Appending one NSString to another is pretty straight forward. The -stringByAppendingString: instance method performs string concatenation, returning a new NSString instance
// concatenating two NSStrings
NSString *s1 = @"foo";
NSString *s2 = @"bar";
NSString *s3 = [s1 stringByAppendingString:s2];
The resulting NSString (s3) is autoreleased and contains "foobar".

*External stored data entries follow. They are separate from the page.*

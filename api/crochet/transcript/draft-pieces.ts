import { type Terms } from '../span.ts';
import { type Confidence, type DraftLine, type DraftPiece } from './draft.ts';
import { evidence, evidenceOf, quote, unreadSpan } from './evidence.ts';
import { type ReadEntry, type ReadPiece } from './read-pieces.ts';
import { type Sentences } from './sentences.ts';
import { stepText } from './step-text.ts';
import { type Token } from './tokens.ts';
import { type Word } from './words.ts';
import { printWork } from './work/print-work.ts';

/** What the lines were read from. */
export interface Spoken {
  readonly tokens: readonly Token[];
  readonly words: readonly Word[];
  readonly sentences: Sentences;
}

/** Turns what was read into the draft that people see: labels, shorthand, times, evidence, confidence. */
export function draftPieces(pieces: readonly ReadPiece[], spoken: Spoken, terms: Terms): readonly DraftPiece[] {
  return pieces.map((piece) => ({
    name: piece.name,
    make: piece.make,
    worked: piece.worked,
    lines: [...piece.entries].sort((a, b) => a.at - b.at).map((entry) => draftLine(entry, spoken, terms)),
  }));
}

function draftLine(entry: ReadEntry, spoken: Spoken, terms: Terms): DraftLine {
  const { tokens, words, sentences } = spoken;
  const first = tokens[entry.at]!.first;
  const last = tokens[Math.max(entry.at, entry.to - 1)]!.last;
  const times = { startMs: words[first]!.startMs, endMs: words[last]!.endMs };
  if (entry.type === 'step') {
    return {
      ...times,
      kind: 'step',
      label: '',
      from: null,
      to: null,
      text: stepText(quote(words, tokens[entry.textFrom]!.first, last)),
      said: null,
      evidence: [evidence('work', { from: entry.trigger, to: Math.max(entry.trigger + 1, entry.to) }, tokens, words)],
      unread: null,
      confidence: 'sure',
      verdict: 'no-total',
      count: null,
      loops: 'both',
      units: [],
      topic: entry.topic,
    };
  }
  const { read, kind } = entry;
  const text = printWork(read.units, {
    isUk: terms === 'UK',
    isRows: kind === 'row',
    loops: read.loops,
    base: read.base,
    isRing: read.isRing,
    isInvisible: read.isInvisible,
  });
  const unread = unreadSpan(entry, tokens, sentences);
  const unreadQuote = unread === null ? '' : quote(words, tokens[unread.from]!.first, tokens[unread.to - 1]!.last);
  return {
    ...times,
    kind,
    label: labelOf(kind, read.from, read.to),
    from: read.from,
    to: read.to,
    text: read.vague === null ? text : withOpenEnd(text, unreadQuote),
    said: read.said === null ? null : { sts: [read.said] },
    evidence: evidenceOf(entry, tokens, words, sentences),
    unread: unread === null ? null : { quote: unreadQuote, atMs: words[tokens[unread.from]!.first]!.startMs },
    confidence: confidenceOf(entry),
    verdict: read.verdict,
    count: read.count,
    loops: read.loops,
    units: read.units,
    topic: null,
  };
}

/** What was told of the work, then in the maker's own words what leaves it open: `2 sc, dec, and so on as you like`. */
function withOpenEnd(text: string, open: string): string {
  const words = open.replace(/[\s.,;:!?…]+$/u, '');
  return text === '' ? words : `${text}, ${words}`;
}

function confidenceOf({ read }: Extract<ReadEntry, { type: 'line' }>): Confidence {
  if (read.verdict === 'unread') return 'ask';
  if (read.verdict === 'agrees') return read.lead < 0.5 ? 'look' : 'sure';
  if (read.verdict === 'no-total') return read.lead < 1 ? 'look' : 'sure';
  return 'look';
}

function labelOf(kind: 'foundation' | 'round' | 'row', from: number | null, to: number | null): string {
  if (kind === 'foundation' || from === null) return 'Foundation';
  const isRange = to !== null && to !== from;
  if (kind === 'row') return isRange ? `Rows ${from}–${to}` : `Row ${from}`;
  return isRange ? `R${from}–${to}` : `R${from}`;
}
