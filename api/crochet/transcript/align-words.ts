/** Gaps of at most this many pairs of words are compared pair by pair; larger ones are cut at words said only once. */
const MOST_PAIRS = 4_096;
/** How often a gap is cut again. With the limit above this keeps the whole linear in the words. */
const DEEPEST = 8;
/** So many words in a row must be the same, and said once on each side, to be taken for the same place. */
const RUN = 3;

interface Gap {
  readonly a: number;
  readonly aEnd: number;
  readonly b: number;
  readonly bEnd: number;
  readonly depth: number;
}

/** A word as it is compared: small letters and figures alone. */
export const plainWord = (text: string): string => text.toLowerCase().replace(/[^\p{L}\p{N}]/gu, '');

/**
 * Which word of `a` each word of `b` is, both in their order; -1 where it is none of them. Words are compared as they
 * stand: make them plain before. Takes time linear in the words.
 *
 * @example alignWords(['so', 'round', 'two'], ['round', 'two', 'then']) // [1, 2, -1]
 */
export function alignWords(a: readonly string[], b: readonly string[]): number[] {
  const found = new Array<number>(b.length).fill(-1);
  const gaps: Gap[] = [{ a: 0, aEnd: a.length, b: 0, bEnd: b.length, depth: 0 }];
  for (let gap = gaps.pop(); gap !== undefined; gap = gaps.pop()) gaps.push(...alignGap(a, b, gap, found));
  return found;
}

/** Takes what begins and ends alike, compares a small rest pair by pair, and gives back the parts of a large one. */
function alignGap(a: readonly string[], b: readonly string[], gap: Gap, found: number[]): Gap[] {
  let { a: from, aEnd: to, b: at, bEnd: end } = gap;
  while (from < to && at < end && a[from] === b[at]) found[at++] = from++;
  while (from < to && at < end && a[to - 1] === b[end - 1]) found[--end] = --to;
  if (from === to || at === end) return [];
  const rest: Gap = { a: from, aEnd: to, b: at, bEnd: end, depth: gap.depth + 1 };
  if ((to - from) * (end - at) <= MOST_PAIRS) {
    alignPairs(a, b, rest, found);
    return [];
  }
  return gap.depth === DEEPEST ? [] : cutAtAnchors(a, b, rest, found);
}

/** The longest common run of words of a small gap. */
function alignPairs(a: readonly string[], b: readonly string[], gap: Gap, found: number[]): void {
  const [rows, columns] = [gap.aEnd - gap.a, gap.bEnd - gap.b];
  const longest = new Uint16Array((rows + 1) * (columns + 1));
  const at = (i: number, j: number) => i * (columns + 1) + j;
  for (let i = rows - 1; i >= 0; i--) {
    for (let j = columns - 1; j >= 0; j--) {
      longest[at(i, j)] =
        a[gap.a + i] === b[gap.b + j]
          ? longest[at(i + 1, j + 1)]! + 1
          : Math.max(longest[at(i + 1, j)]!, longest[at(i, j + 1)]!);
    }
  }
  for (let i = 0, j = 0; i < rows && j < columns;) {
    if (a[gap.a + i] === b[gap.b + j]) found[gap.b + j++] = gap.a + i++;
    else if (longest[at(i + 1, j)]! >= longest[at(i, j + 1)]!) i++;
    else j++;
  }
}

/** Cuts a large gap where the same words in a row were said once on each side, in the same order. */
function cutAtAnchors(a: readonly string[], b: readonly string[], gap: Gap, found: number[]): Gap[] {
  const inA = runsOnce(a, gap.a, gap.aEnd);
  const inB = runsOnce(b, gap.b, gap.bEnd);
  const pairs: (readonly [number, number])[] = [];
  for (const [run, i] of inA) {
    const j = inB.get(run) ?? -1;
    if (i >= 0 && j >= 0) pairs.push([i, j]);
  }
  const parts: Gap[] = [];
  let { a: from, b: at } = gap;
  for (const [i, j] of longestRising(pairs)) {
    parts.push({ a: from, aEnd: i, b: at, bEnd: j, depth: gap.depth });
    found[j] = i;
    from = i + 1;
    at = j + 1;
  }
  return parts.length === 0 ? [] : [...parts, { ...gap, a: from, b: at }];
}

/** Runs of words with the place of each that is there once; -1 for the others. */
function runsOnce(words: readonly string[], from: number, to: number): Map<string, number> {
  const once = new Map<string, number>();
  for (let i = from; i + RUN <= to; i++) {
    const run = words.slice(i, i + RUN).join(' ');
    once.set(run, once.has(run) ? -1 : i);
  }
  return once;
}

/** The most pairs whose second numbers rise as their first ones do. Given in order of the first. */
function longestRising(pairs: readonly (readonly [number, number])[]): (readonly [number, number])[] {
  const tails: number[] = [];
  const before = new Int32Array(pairs.length).fill(-1);
  pairs.forEach(([, j], n) => {
    let low = 0;
    let high = tails.length;
    while (low < high) {
      const middle = (low + high) >> 1;
      if (pairs[tails[middle]!]![1] < j) low = middle + 1;
      else high = middle;
    }
    before[n] = low === 0 ? -1 : tails[low - 1]!;
    tails[low] = n;
  });
  const rising: (readonly [number, number])[] = [];
  for (let n = tails.at(-1) ?? -1; n >= 0; n = before[n]!) rising.push(pairs[n]!);
  return rising.reverse();
}
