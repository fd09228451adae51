import { type Token } from './tokens.ts';
import { type Word } from './words.ts';

/** Where sentences begin and end among the tokens: by full stops, by silences, and a little by words. */
export interface Sentences {
  /** For each token the index of the first token of its sentence. */
  readonly startOf: readonly number[];
  /** For each token the index after the last token of its sentence. */
  readonly endOf: readonly number[];
  /** Whether the transcript has full stops at all. */
  readonly isPunctuated: boolean;
}

/** Splits tokens into sentences. The break belongs to the sentence that it ends. */
export function sentencesOf(tokens: readonly Token[], words: readonly Word[]): Sentences {
  const startOf: number[] = [];
  const endOf: number[] = new Array<number>(tokens.length).fill(tokens.length);
  let start = 0;
  tokens.forEach((token, i) => {
    startOf.push(start);
    if (token.kind === '.' || token.kind === '|') {
      endOf.fill(i + 1, start, i + 1);
      start = i + 1;
    }
  });
  // counted by the words: before a silence the token for the break is the silence's
  const stops = words.filter((word) => word.mark === '.').length;
  return { startOf, endOf, isPunctuated: stops * 40 > tokens.length };
}
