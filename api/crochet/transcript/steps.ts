import { STEPS } from './lexicon/steps.ts';
import { type Sentences } from './sentences.ts';
import { type Token } from './tokens.ts';

/** Something done that adds no stitch, where it is said. */
export interface SpokenStep {
  readonly topic: string;
  readonly at: number;
  /** Where the doing itself is named: what stands before it in the sentence may still be the line's total. */
  readonly trigger: number;
  readonly end: number;
}

const AHEAD = 12;
/** Without full stops a step goes on for about so many words after the last that names a doing. */
const SPOKEN_LENGTH = 9;
/** Pulling a ring shut belongs to the first round. */
const RING_REACH = 14;
const IDLE = /\b(?:if|before|don't|do not|dinnae|never|when|unless|because|you can fasten|instead of|later|until|no)\b/;
const LEADS = '~&vaOXIGrpw';

/** Finds the steps among the tokens. Clauses of one kind that follow each other are one step. */
export function findSteps(
  tokens: readonly Token[],
  sentences: Sentences,
  skipped: readonly boolean[],
): readonly SpokenStep[] {
  const found: SpokenStep[] = [];
  for (let i = 0; i < tokens.length; i++) {
    if (skipped[i] === true || ',.|'.includes(tokens[i]!.kind)) continue;
    const topic = topicAt(tokens, i, sentences);
    if (topic === null || isIdle(tokens, i, sentences)) continue;
    if (topic === 'finish' && tokens.slice(Math.max(0, i - RING_REACH), i).some((token) => token.kind === 'V'))
      continue;
    const last = found.at(-1);
    if (last !== undefined && belongsTo(last, topic, i, sentences)) {
      found[found.length - 1] = { ...last, end: i + 1 };
      continue;
    }
    found.push({ topic, at: startOfStep(tokens, i, sentences), trigger: i, end: i + 1 });
  }
  return found;
}

/** The token after a step's words: its whole sentence, as far as nothing else begins before. */
export function endOfStep(step: SpokenStep, next: number, sentences: Sentences): number {
  const sentence = sentences.endOf[step.end - 1]!;
  const spoken = sentences.isPunctuated ? sentence : Math.min(sentence, step.end + SPOKEN_LENGTH);
  return Math.max(step.trigger + 1, Math.min(next, Math.max(step.end, spoken)));
}

/** Where the sentence that tells a step begins: with its doings, not with stitches or another step before them. */
export function startOfTelling(
  tokens: readonly Token[],
  sentences: Sentences,
  step: SpokenStep,
  after: number,
): number {
  const start = sentences.startOf[step.at]!;
  const isOwn = start >= after && !tokens.slice(start, step.at).some((token) => 'SPDU'.includes(token.kind));
  return sentences.isPunctuated && isOwn ? start : step.at;
}

/** A clause of the same kind close by, or any in the same sentence, goes on with the step before it. */
function belongsTo(last: SpokenStep, topic: string, i: number, sentences: Sentences): boolean {
  const sameSentence = sentences.startOf[i] === sentences.startOf[last.at];
  if (sentences.isPunctuated && sameSentence) return true;
  return last.topic === topic && (sameSentence || i - last.end < 16);
}

function topicAt(tokens: readonly Token[], i: number, sentences: Sentences): string | null {
  // "in the next stitch it's …" is a place
  if (tokens[i]!.kind === 'G' && 'XOLNEMIaS'.includes(tokens[i - 1]?.kind ?? '.')) return null;
  const ahead: string[] = [];
  for (let j = i; j < Math.min(tokens.length, sentences.endOf[i]!, i + AHEAD); j++) {
    if (!',.|'.includes(tokens[j]!.kind)) ahead.push(tokens[j]!.text);
  }
  const text = ahead.join(' ');
  const bare = text.replace(/^(?:you|we|i) (?=put|tie|sew|cut)/, '');
  return STEPS.find(({ words }) => words.test(bare))?.topic ?? null;
}

function isIdle(tokens: readonly Token[], i: number, sentences: Sentences): boolean {
  if (tokens[i - 1]?.text === 'to') return true;
  const start = Math.max(sentences.startOf[i]!, i - 6);
  return IDLE.test(
    tokens
      .slice(start, i)
      .map((token) => token.text)
      .join(' '),
  );
}

function startOfStep(tokens: readonly Token[], i: number, sentences: Sentences): number {
  const start = sentences.startOf[i]!;
  if (sentences.isPunctuated && i - start < 7) return start;
  let at = i;
  while (at > start && i - at < 5 && LEADS.replace('w', '').includes(tokens[at - 1]!.kind)) at -= 1;
  return at;
}
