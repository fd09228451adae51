import { type Evidence } from './draft.ts';
import { type Event } from './instruct/event.ts';
import { type ReadEntry } from './read-pieces.ts';
import { type Sentences } from './sentences.ts';
import { type Token } from './tokens.ts';
import { type TokenSpan } from './vague.ts';
import { type Word } from './words.ts';

/** Phrases this many tokens apart in one sentence are one run of words. */
const NEAR = 3;
/** How much of a line that gave no phrase at all is shown as not understood. */
const SHOWN = 30;

type LineEntry = Extract<ReadEntry, { type: 'line' }>;

/** The words that a line was read from, a row a run: what announced it, gave its work and its total, and what was not read. */
export function evidenceOf(
  entry: LineEntry,
  tokens: readonly Token[],
  words: readonly Word[],
  sentences: Sentences,
): Evidence[] {
  const { candidate } = entry.announced;
  const total = totalSpan(entry);
  const unread = unreadSpan(entry, tokens, sentences);
  const announced =
    entry.kind === 'foundation'
      ? { from: chainAt(tokens, candidate.at, candidate.end), to: candidate.end }
      : { from: candidate.mark, to: beforeChain(tokens, candidate.mark, candidate.end) };
  const work = entry.read.verdict === 'unread' && entry.read.vague === null ? [] : workSpans(entry, total, tokens);
  const rows: Evidence[] = [];
  const add = (role: Evidence['role'], span: TokenSpan | null) => {
    if (span !== null && span.to > span.from) rows.push(evidence(role, span, tokens, words));
  };
  add('announcement', announced);
  for (const span of work) add('work', span);
  add('total', total);
  add('unread', unread);
  if (rows.length === 0) add('announcement', { from: entry.at, to: entry.at + 1 });
  return rows;
}

/** Row of evidence for a stretch of tokens. */
export function evidence(
  role: Evidence['role'],
  span: TokenSpan,
  tokens: readonly Token[],
  words: readonly Word[],
): Evidence {
  const firstWord = tokens[span.from]!.first;
  const lastWord = tokens[span.to - 1]!.last;
  return {
    role,
    firstWord,
    lastWord,
    startMs: words[firstWord]!.startMs,
    endMs: words[lastWord]!.endMs,
    words: quote(words, firstWord, lastWord),
  };
}

export function quote(words: readonly Word[], first: number, last: number): string {
  return words
    .slice(first, last + 1)
    .map((word) => word.text)
    .join(' ');
}

/** What was not understood of a line: the words left open, else the sentences that hold its phrases. Null where all was. */
export function unreadSpan(entry: LineEntry, tokens: readonly Token[], sentences: Sentences): TokenSpan | null {
  const { read, announced, to } = entry;
  if (read.verdict !== 'unread') return null;
  if (read.vague !== null) return read.vague;
  const from = Math.min(announced.candidate.end, tokens.length - 1);
  const told = read.used.filter((event) => event.type !== 'number' && event.at >= from);
  const first = told[0];
  const last = told.at(-1);
  if (first === undefined || last === undefined) return trimmed({ from, to: Math.min(to, from + SHOWN) }, tokens);
  const end = sentences.isPunctuated ? sentences.endOf[last.end - 1]! : last.end;
  return trimmed(
    { from: Math.max(from, sentences.startOf[first.at]!), to: Math.min(Math.max(to, last.end), end) },
    tokens,
  );
}

/** Words without the breaks around them; at least one token. */
function trimmed(span: TokenSpan, tokens: readonly Token[]): TokenSpan {
  let { from, to } = span;
  while (from < to - 1 && ',.|'.includes(tokens[from]!.kind)) from += 1;
  while (to > from + 1 && ',.|'.includes(tokens[to - 1]!.kind)) to -= 1;
  return { from, to: Math.max(to, from + 1) };
}

/** A first row that makes its own chain is announced before it. */
function beforeChain(tokens: readonly Token[], from: number, to: number): number {
  const chain = tokens.slice(from, to).findIndex((token) => token.kind === 'C');
  return chain < 1 ? to : from + chain;
}

function chainAt(tokens: readonly Token[], from: number, to: number): number {
  for (let i = from; i < to; i++) if (tokens[i]!.kind === 'C' || tokens[i]!.kind === 'N') return i;
  return from;
}

/** Where the total was spoken: of all times it was, the one said most like a total. */
function totalSpan({ read }: LineEntry): TokenSpan | null {
  let best: Extract<Event, { type: 'number' }> | null = null;
  for (const event of read.events) {
    if (event.type === 'number' && event.n === read.said && (best === null || event.asTotal >= best.asTotal))
      best = event;
  }
  return best === null ? null : { from: best.at, to: best.end };
}

/** The phrases of the work, those close together in one sentence as one run; bare numbers only beside other phrases. */
function workSpans({ read }: LineEntry, total: TokenSpan | null, tokens: readonly Token[]): TokenSpan[] {
  const runs: { from: number; to: number; sentence: number; isWork: boolean; hasStitch: boolean; repeats: boolean }[] =
    [];
  for (const event of read.used) {
    const isTotal = total !== null && event.at === total.from;
    const isAside = event.type === 'number' && (event.n === read.said || event.asItem <= 0);
    if (isTotal || isAside || event.type === 'correction') continue;
    const isWork = event.type !== 'number';
    const hasStitch = event.type === 'unit';
    const repeats = event.type === 'times' || event.type === 'around';
    const last = runs.at(-1);
    if (last?.sentence === event.sentence && event.at - last.to <= NEAR) {
      last.to = event.end;
      last.isWork ||= isWork;
      last.hasStitch ||= hasStitch;
      last.repeats ||= repeats;
    } else runs.push({ from: event.at, to: event.end, sentence: event.sentence, isWork, hasStitch, repeats });
  }
  const worked = runs.filter((run) => run.isWork);
  const kept = worked.some((run) => run.hasStitch) ? worked.filter((run) => run.hasStitch || run.repeats) : worked;
  return kept.map((run) => trimmed(run, tokens));
}
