import { type Terms } from '../span.ts';
import { type Confidence, type DraftLine, type DraftPiece, type Evidence } from './draft.ts';
import { type ReadEntry, type ReadPiece } from './read-pieces.ts';
import { type Token } from './tokens.ts';
import { type Word } from './words.ts';
import { printWork } from './work/print-work.ts';

/** Turns what was read into the draft that people see: labels, shorthand, times, evidence, confidence. */
export function draftPieces(
  pieces: readonly ReadPiece[],
  tokens: readonly Token[],
  words: readonly Word[],
  terms: Terms,
): readonly DraftPiece[] {
  return pieces.map((piece) => ({
    name: piece.name,
    make: piece.make,
    worked: piece.worked,
    lines: [...piece.entries].sort((a, b) => a.at - b.at).map((entry) => draftLine(entry, tokens, words, terms)),
  }));
}

function draftLine(entry: ReadEntry, tokens: readonly Token[], words: readonly Word[], terms: Terms): DraftLine {
  const first = tokens[entry.at]!.first;
  const last = tokens[Math.max(entry.at, entry.to - 1)]!.last;
  const times = { startMs: words[first]!.startMs, endMs: words[last]!.endMs };
  if (entry.type === 'step') {
    return {
      ...times,
      kind: 'step',
      label: '',
      from: null,
      to: null,
      text: quote(words, first, last),
      said: null,
      evidence: [evidence('work', words, first, last)],
      unread: null,
      confidence: 'sure',
      verdict: 'no-total',
      count: null,
      loops: 'both',
      units: [],
      topic: entry.topic,
    };
  }
  const { read, kind, announced } = entry;
  const text = printWork(read.units, {
    isUk: terms === 'UK',
    isRows: kind === 'row',
    loops: read.loops,
    base: read.base,
    isRing: read.isRing,
  });
  const { candidate } = announced;
  const workFirst = tokens[Math.min(candidate.end, tokens.length - 1)]!.first;
  const isUnread = read.verdict === 'unread';
  const announcementLast = tokens[Math.max(entry.at, candidate.end - 1)]!.last;
  return {
    ...times,
    kind,
    label: labelOf(kind, read.from, read.to),
    from: read.from,
    to: read.to,
    text,
    said: read.said === null ? null : { sts: [read.said] },
    evidence: [
      evidence('announcement', words, first, announcementLast),
      ...(workFirst <= last ? [evidence(isUnread ? 'unread' : 'work', words, workFirst, last)] : []),
      ...totalEvidence(entry, tokens, words),
    ],
    unread: isUnread
      ? { quote: quote(words, Math.min(workFirst, last), last), atMs: words[Math.min(workFirst, last)]!.startMs }
      : null,
    confidence: confidenceOf(entry),
    verdict: read.verdict,
    count: read.count,
    loops: read.loops,
    units: read.units,
    topic: null,
  };
}

function totalEvidence(
  entry: Extract<ReadEntry, { type: 'line' }>,
  tokens: readonly Token[],
  words: readonly Word[],
): Evidence[] {
  const { said, events } = entry.read;
  const event = events.findLast((one) => one.type === 'number' && one.n === said);
  return event === undefined ? [] : [evidence('total', words, tokens[event.at]!.first, tokens[event.at]!.last)];
}

function confidenceOf({ read }: Extract<ReadEntry, { type: 'line' }>): Confidence {
  if (read.verdict === 'unread') return 'ask';
  if (read.verdict === 'agrees') return read.lead < 0.5 ? 'look' : 'sure';
  if (read.verdict === 'no-total') return read.lead < 1 ? 'look' : 'sure';
  return 'look';
}

function labelOf(kind: 'foundation' | 'round' | 'row', from: number | null, to: number | null): string {
  if (kind === 'foundation' || from === null) return 'Foundation';
  const isRange = to !== null && to !== from;
  if (kind === 'row') return isRange ? `Rows ${from}–${to}` : `Row ${from}`;
  return isRange ? `R${from}–${to}` : `R${from}`;
}

function evidence(role: Evidence['role'], words: readonly Word[], firstWord: number, lastWord: number): Evidence {
  return {
    role,
    firstWord,
    lastWord,
    startMs: words[firstWord]!.startMs,
    endMs: words[lastWord]!.endMs,
    words: quote(words, firstWord, lastWord),
  };
}

function quote(words: readonly Word[], first: number, last: number): string {
  return words
    .slice(first, last + 1)
    .map((word) => word.text)
    .join(' ');
}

appending a formatted string
There's an alternate way to do NSString concatenation by using -stringByAppendingFormat:
// concatenating two NSStrings using a format
NSString *s1 = @"foo";
NSString *s2 = @"bar";
NSString *s3 = [s1 stringByAppendingFormat:@"%@", s2];
Here, we specify a format string that contains an object replacement (%@) only. Additional arguments after the format string must match the replacement specifiers in the format string. This method first generates the formatted string then appends it to the receiver (s1). It's not as efficient as using -stringByAppendingString: directly, but it's more flexible. You can just as easily append an integer or a C string:
NSString *s1 = @"foo";

// appending a number
NSString *s2 = [s1 stringByAppendingFormat:@"%i", 1234];
// s2 is "foo1234"

// appending a C string
char const *s3 = "bar";
NSString *s4 = [s1 stringByAppendingFormat:@"%s", s3];
// s4 is "foobar"

NSString preferred
It should be apparent that NSString concatenation is much easier to deal with than the multi-step procedure required for C strings. In iOS programs, you should generally use NSString whenever possible.